Links.create_timer()

for i in range(65):
	Links.parse_link("reddit")
	Links.parse_link("somethingelse")
The output looks like this:
Output:
reddit 1 somethingelse reddit 2 somethingelse reddit 3 somethingelse reddit 4 somethingelse reddit 5 somethingelse reddit 6 somethingelse reddit 7 somethingelse reddit 8 somethingelse reddit 9 somethingelse reddit 10 somethingelse reddit 11 somethingelse reddit 12 somethingelse ...... #all the way up until 60 rate limited!!!!
What it should do:
Output:
reddit 1 somethingelse reddit 2 somethingelse reddit 3 somethingelse reddit 4 somethingelse reddit 5 somethingelse reddit 6 somethingelse reddit 7 somethingelse reddit 8 somethingelse reddit 9 somethingelse reddit 10 somethingelse reddit 11 somethingelse reddit 12 somethingelse ...... #all the way up until 60 rate limited!!!! somethingelse somethingelse #it should print 'somethingelse' 5 more times somethingelse somethingelse somethingelse
The main difference is that the threading isn't working. I basically need to be processing the reddit links on their own thread. At the moment, if reddit links get rate limited then every link is rate limited. I need it to rate limit just the reddit links, hence why 'somethingelse' else should appear 5 more times because that isn't a reddit link, and it shouldn't get rate limited.
What do I need to change to fix this?
(Threading may not be the best approach but really it's probably the easiest way to implement it without having to rewrite the whole 'Links' class.)

EDIT: I should probably do my best to explain what the script does.
It starts by creating a 'timer' thread. This timer thread activates a while loop that count for 60 seconds, then resets back to 0 if it hits 60.
Every time the 'reddit_url' function is called, it adds 1 to the call count.

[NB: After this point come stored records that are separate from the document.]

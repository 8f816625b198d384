import { expect } from 'vitest';
import { serverErrorTable } from '../../../server/problems.ts';
import { readReference } from '../../../server/workbook/address.ts';
import { workbookDocument } from '../../../server/workbook/documentSchema.ts';
import { parseDocument } from 'yaml';
import { problemsOf, readText } from './readText.ts';

const CODES = new Set<string>(serverErrorTable().map(({ code }) => code));

/** A text is either a workbook that holds together, or has coded problems at places in the file. */
export function expectWorkbookOrProblems(text: string): 'workbook' | 'problems' {
  const problems = problemsOf(text);
  for (const { code, message, line, column } of problems) {
    expect(CODES).toContain(code);
    expect(message).not.toMatch(/undefined|\[object/);
    expect(message.length).toBeLessThan(1000);
    expect(Math.min(line, column)).toBeGreaterThanOrEqual(1);
  }
  if (problems.length > 0) return 'problems';
  const workbook = readText(text);
  expect(JSON.parse(JSON.stringify(workbook))).toEqual(workbook);
  for (const { rows } of workbook.sheets) expect(new Set(rows.map((row) => row.length)).size).toBeLessThan(2);
  for (const { cell } of [...workbook.inputs, ...workbook.outputs])
    expect(readReference(cell)).not.toBeNull();
  expect(workbookDocument.safeParse(parseDocument(text, { schema: 'core' }).toJS()).success).toBe(true);
  return 'workbook';
}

The rate limiting occurs if the function has been called 60 times, in 60 seconds or less. If it hits this limit, the function 'rate_limit' is called. This sets the 'islimited' variable to true, to stop the 'reddit_url' function from running (since I set call count back to 0). It then calls the 'timer' function again. This counts up for 60 seconds but rather than resetting to 0, it just returns (since 'isLimited' is true, it wont pass the if statement)
Once the 60 seconds is up, 'isLimited' becomes false, and it creates the timer thread again to start the whole process again.